= Sir Graham Moore Island (Western Australia) =

Island in Western Australia

Sir Graham Moore Island is located off the Kimberley coast of Western Australia.

The island encompasses an area of 2746 ha. It is situated within the Sir Graham Moore Islands group, about 45 km north of Kalumburu.

The Juarinanda people were recorded as early inhabitants of the island, but they were decimated by disease in the 19th century, with the remainder of the population moving to Drysdale River Mission. Wunambal, Gaambera and Kwini people made journeys to islands in the area by dugout canoes originally bought from Makassan traders, who began visiting the Kimblerley coast sometime between 1669 and 1763. Both Aboriginal and Makassan peoples harvested and processed sea cucumber. The Juarinanda incorporated several Malay words into their language.

Today, by succession, the traditional owners of the island are the Balanggarra ( Kwini) people, of the Worrorran language group, whose name for the island is Niiwalarra. They have visited the island for millennia. Traditional owners have been assisting with archaeological assessments of the island in 2021, for the first time since Ian Crawford did his research in the 1960s. Evidence of pottery and other artefacts from new excavations on the island are being complemented by the oral histories of the Kwini people. A number of hearths are a record of where the trepang was cooked on the beach in large iron pots, with activity especially picking up around 1800.

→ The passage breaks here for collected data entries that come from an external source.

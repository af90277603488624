"""Guarantee and warranty findings against a hand-worked contract example.

The contract (invented): a 1 MWp plant, temperature-corrected PR guaranteed at 0.80 in contract
year 1 and 0.795 thereafter, availability 98 %, modules warranted to lose at most 2 % in year 1
and 0.55 %/yr thereafter, shortfall paid at 0.10 EUR/kWh, tests one-sided at 95 %.
"""

from __future__ import annotations

import copy

import pytest
from numpy.testing import assert_allclose
from report_fixtures import example_check, write_site

from perfcheck import guarantees
from perfcheck.errors import SiteFileError

YEAR1 = ("2024-04-01T00:00:00+02:00", "2025-04-01T00:00:00+02:00")


def contract_result(pr_tc=0.78, low=0.765, high=0.795, availability=0.95, rate=None):
    r = example_check(*YEAR1)
    p = r["metrics"]["period"]
    p.update(measured_kwh=1_200_000.0, expected_kwh=1_300_000.0, pr_temp_corrected=pr_tc,
             pr_temp_corrected_ci_low=low, pr_temp_corrected_ci_high=high,
             availability=availability)
    p.pop("availability_ci_low")
    p.pop("availability_ci_high")
    r["settings"]["confidence"] = 0.95
    if rate is not None:
        r["degradation"] = {"rate_pct_per_year": rate[0], "ci_low": rate[1], "ci_high": rate[2],
                            "method": "year-on-year", "ci_level": 0.95}
    return r


def test_performance_guarantee_hand_worked(tmp_path):
    site = write_site(tmp_path)
    found = guarantees.evaluate(site, contract_result())
    perf = found[0]
    # Hand computation (arithmetic of our own, normal approximation):
    # se = (0.795 - 0.765) / (2 * 1.959964) = 0.0076532
    # z = (0.78 - 0.80) / 0.0076532 = -2.6133
    # p = Phi(-2.6133) = 0.00449 (normal table: Phi(2.61) = 0.99547, Phi(2.62) = 0.99560)
    assert perf["promised"] == 0.80 and perf["contract_years"] == [1]
    assert_allclose(perf["z"], -2.6133, atol=1e-4)
    assert_allclose(perf["p_value"], 0.00449, atol=2e-5)
    assert perf["finding"] == "shortfall_shown"
    # energy short = 1 200 000 kWh * (0.80 / 0.78 - 1) = 30 769.23 kWh; at 0.10 EUR: 3 076.92
    # bounds from the interval: 0.80/0.795 - 1 -> 7 547.17 kWh, 0.80/0.765 - 1 -> 54 901.96 kWh
    assert_allclose(perf["energy_short_kwh"], 30769.23, atol=0.01)
    assert_allclose(perf["money_short"], 3076.92, atol=0.01)
    assert_allclose(perf["energy_short_kwh_low"], 7547.17, atol=0.01)
    assert_allclose(perf["energy_short_kwh_high"], 54901.96, atol=0.01)
    assert "not legal advice" in perf["statement"]


def test_availability_without_interval_is_untested(tmp_path):
    site = write_site(tmp_path)
    avail = guarantees.evaluate(site, contract_result())[1]
    # 1 300 000 kWh expected * (0.98 - 0.95) = 39 000 kWh; 3 900 EUR
    assert avail["finding"] == "shortfall_untested"
    assert_allclose(avail["energy_short_kwh"], 39000.0, atol=1e-6)
    assert_allclose(avail["money_short"], 3900.0, atol=1e-6)


def test_small_shortfall_inside_interval_is_not_shown(tmp_path):
    site = write_site(tmp_path)
    # 0.795 against 0.80 with +-0.015: z = -0.005 / 0.0076532 = -0.653, p = 0.257 > 0.05
    perf = guarantees.evaluate(site, contract_result(0.795, 0.780, 0.810))[0]
    assert perf["finding"] == "not_shown"
    assert_allclose(perf["p_value"], 0.2568, atol=5e-4)
    # 0.81 against 0.80 with +-0.015: z = +1.307, the p-value of "kept" is 1 - Phi(1.307) =
    # 0.096 > 0.05: the point meets the promise but compliance is not shown.
    kept = guarantees.evaluate(site, contract_result(0.81, 0.795, 0.825))[0]
    assert kept["finding"] == "met_not_shown"
    assert "compliance is not shown" in kept["statement"]
    # 0.83 with +-0.015: z = 3.92, compliance shown.
    assert guarantees.evaluate(site, contract_result(0.83, 0.815, 0.845))[0]["finding"] == "met"


def test_incomplete_contract_years_are_not_yet_testable(tmp_path):
    site = write_site(tmp_path)
    # Data from 2025-01-01 to 2025-07-01 local only: contract year 1 (2024-04-01 .. 2025-04-01,
    # 365 days) is covered for 90 days less the DST hour (89.958 days, share 0.246461), year 2
    # (2025-04-01 .. 2026-04-01, 365 days) for 91 days (share 0.249315): neither is complete,
    # so neither promise is tested, and no blend of 0.80 and 0.795 is made.
    r = contract_result()
    r["period"] = {"start": "2025-01-01T00:00:00+01:00", "end": "2025-07-01T00:00:00+02:00"}
    perf = [f for f in guarantees.evaluate(site, r) if f["kind"] == "performance"]
    assert [f["contract_years"] for f in perf] == [[1], [2]]
    assert [f["promised"] for f in perf] == [0.80, 0.795]
    assert [f["finding"] for f in perf] == ["not_yet_testable"] * 2
    assert_allclose([f["covered_share"] for f in perf], [89.958333 / 365, 91 / 365], atol=1e-6)
    assert perf[0]["measured"] is None and perf[0]["energy_short_kwh"] is None
    assert "25% of the contract year covered" in perf[0]["statement"]


def test_each_complete_contract_year_tested_on_the_whole_year(tmp_path):
    site = write_site(tmp_path)
    # A month's view (June 2024) of a history covering contract years 1 and 2 whole: the
    # annual promise is tested on contract year 1's metrics, never on the month's.
    r = contract_result()
    r["period"] = {"start": "2024-06-01T00:00:00+02:00", "end": "2024-07-01T00:00:00+02:00"}
    r["analysis"] = {"history_start": "2024-04-01T00:00:00+02:00",
                     "history_end": "2026-04-01T00:00:00+02:00"}
    r["metrics"]["period"]["pr_temp_corrected"] = 0.60  # the month: not what is tested
    asked = []

    def year(a, b):
        asked.append((a.isoformat(), b.isoformat()))
        return contract_result(0.81, 0.80, 0.82)["metrics"]["period"]

    found = guarantees.evaluate(site, r, year)
    perf = [f for f in found if f["kind"] == "performance"]
    assert asked[0] == YEAR1 and len(perf) == 1
    assert perf[0]["measured"] == 0.81 and perf[0]["finding"] == "met"
    assert perf[0]["covered_share"] == 1.0
    # the whole history: each year with its own promise (0.80, then 0.795)
    r["period"] = {"start": YEAR1[0], "end": "2026-04-01T00:00:00+02:00"}
    perf = [f for f in guarantees.evaluate(site, r, year) if f["kind"] == "performance"]
    assert [(f["contract_year"], f["promised"]) for f in perf] == [(1, 0.80), (2, 0.795)]


WARRANTY = """
[guarantees]
price_per_kwh = 0.10
currency = "EUR"
[guarantees.module_warranty]
first_year_loss_pct = 2.0
yearly_loss_pct = 0.55
start = 2020-01-01
"""


def warranty_result(rate):
    r = contract_result(rate=rate)
    r["period"] = {"start": "2023-01-01T00:00:00+01:00", "end": "2025-01-01T00:00:00+01:00"}
    return r


def test_degradation_inside_interval_of_warranted_curve_is_not_shown(tmp_path):
    site = write_site(tmp_path, WARRANTY)
    (w,) = guarantees.evaluate(site, warranty_result((-0.70, -0.95, -0.45)))
    # After year 1 the warranted curve falls 0.55 %/yr. se = 0.5 / (2 * 1.959964) = 0.12755;
    # z = (-0.70 + 0.55) / 0.12755 = -1.176, p = 0.120 > 0.05: not shown, not a breach.
    assert_allclose(w["promised"], -0.55, atol=1e-9)
    assert_allclose(w["z"], -1.176, atol=1e-3)
    assert w["finding"] == "not_shown"


def test_warranty_not_called_met_when_the_interval_crosses_the_promise(tmp_path):
    site = write_site(tmp_path, WARRANTY)
    # a measured loss of 0.40 %/yr against 0.55 %/yr warranted, interval -0.90 .. +0.10 %/yr:
    # the point meets the warranty, the truth may not (z = 0.15 / 0.2551 = 0.588, p of "kept"
    # 0.278): never "met" (one-sided z test, normal table).
    (w,) = guarantees.evaluate(site, warranty_result((-0.40, -0.90, 0.10)))
    assert w["finding"] == "met_not_shown"
    (w,) = guarantees.evaluate(site, warranty_result((-0.20, -0.30, -0.10)))
    assert w["finding"] == "met"


def test_degradation_breach_hand_worked(tmp_path):
    site = write_site(tmp_path, WARRANTY)
    (w,) = guarantees.evaluate(site, warranty_result((-1.20, -1.45, -0.95)))
    # z = (-1.20 + 0.55) / 0.12755 = -5.096: shown.
    # The period is 731 days; its middle is 2024-01-01 12:00, 1461.5 days after 2020-01-01,
    # age 1461.5 / 365.25 = 4.001369 years. Warranted power 100 - 2 - 0.55 * 3.001369
    # = 96.349247 %; measured (rate held since the start) 100 - 1.2 * 4.001369 = 95.198357 %;
    # energy short = 1 200 000 * (96.349247 / 95.198357 - 1) = 14 507.26 kWh; 1 450.73 EUR.
    assert w["finding"] == "shortfall_shown"
    assert_allclose(w["z"], -5.096, atol=1e-3)
    assert_allclose(w["energy_short_kwh"], 14507.26, atol=0.01)
    assert_allclose(w["money_short"], 1450.73, atol=0.01)


def test_no_rate_means_not_enough_data(tmp_path):
    site = write_site(tmp_path, WARRANTY)
    (w,) = guarantees.evaluate(site, warranty_result(None) | {"degradation": {
        "rate_pct_per_year": None, "status": "not enough data"}})
    assert w["finding"] == "not_enough_data"
    assert w["energy_short_kwh"] is None


def test_warranted_loss_between_the_ages_of_the_pairs():
    # derived from the warranted curve (2 % in year 1, then 0.55 %/yr): pairs whose earlier
    # day is at age t in [0, 1] compare curve(t) = 100 - 2t with curve(t + 1) = 98 - 0.55t,
    # a loss of 2 - 1.45t, mean 2 - 1.45/2 = 1.275 %/yr; past year 1 it is 0.55 %/yr.
    assert_allclose(guarantees.warranted_yoy_loss(0.0, 1.0, 2.0, 0.55), 1.275, atol=1e-12)
    assert_allclose(guarantees.warranted_yoy_loss(3.0, 4.0, 2.0, 0.55), 0.55, atol=1e-12)


def test_warranted_curve_values():
    # the curve itself: 100 at the start, 98 after year 1, 98 - 0.55 * 9 = 93.05 after year 10
    assert_allclose([guarantees.warranted_power_pct(a, 2.0, 0.55) for a in (0, 0.5, 1, 10)],
                    [100.0, 99.0, 98.0, 93.05], atol=1e-12)


def test_no_section_no_findings(tmp_path):
    assert guarantees.evaluate(write_site(tmp_path, ""), example_check()) == []


@pytest.mark.parametrize("extra, message", [
    ("[guarantees]\nconfidence = 2\n", "guarantees.confidence: 2.0 is outside the range"),
    ("[guarantees.performance]\nyearly = []\n", "guarantees.performance.yearly: expected one "
     "guaranteed value per contract year"),
    ("[guarantees.performance]\nyearly = [0.8]\nmetric = \"yield\"\n",
     "guarantees.performance.metric: 'yield' is not one of"),
    ("[guarantees]\nprice = 1\n", "guarantees.price: unknown key"),
])
def test_bad_section_names_key(tmp_path, extra, message):
    site = write_site(tmp_path, extra)
    with pytest.raises(SiteFileError, match=message.replace("(", r"\(")):
        guarantees.evaluate(site, copy.deepcopy(example_check()))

The group and island were named in 1819 by Phillip Parker King, after Sir Graham Moore, who was then First Naval Lord.

A LORAN radar site was established on the north west corner of the island during World War II by American and Australian forces. The site consisted of a radar building, radio building, a powerhouse and a campsite. The concrete pad for the main building are all that remain today.

There were unsuccessful attempts at cotton farming on the island.

The island once supported a population of feral pigs, but by 2009 they had died out, apparently from the only fresh water source becoming saline following erosion from a cyclone.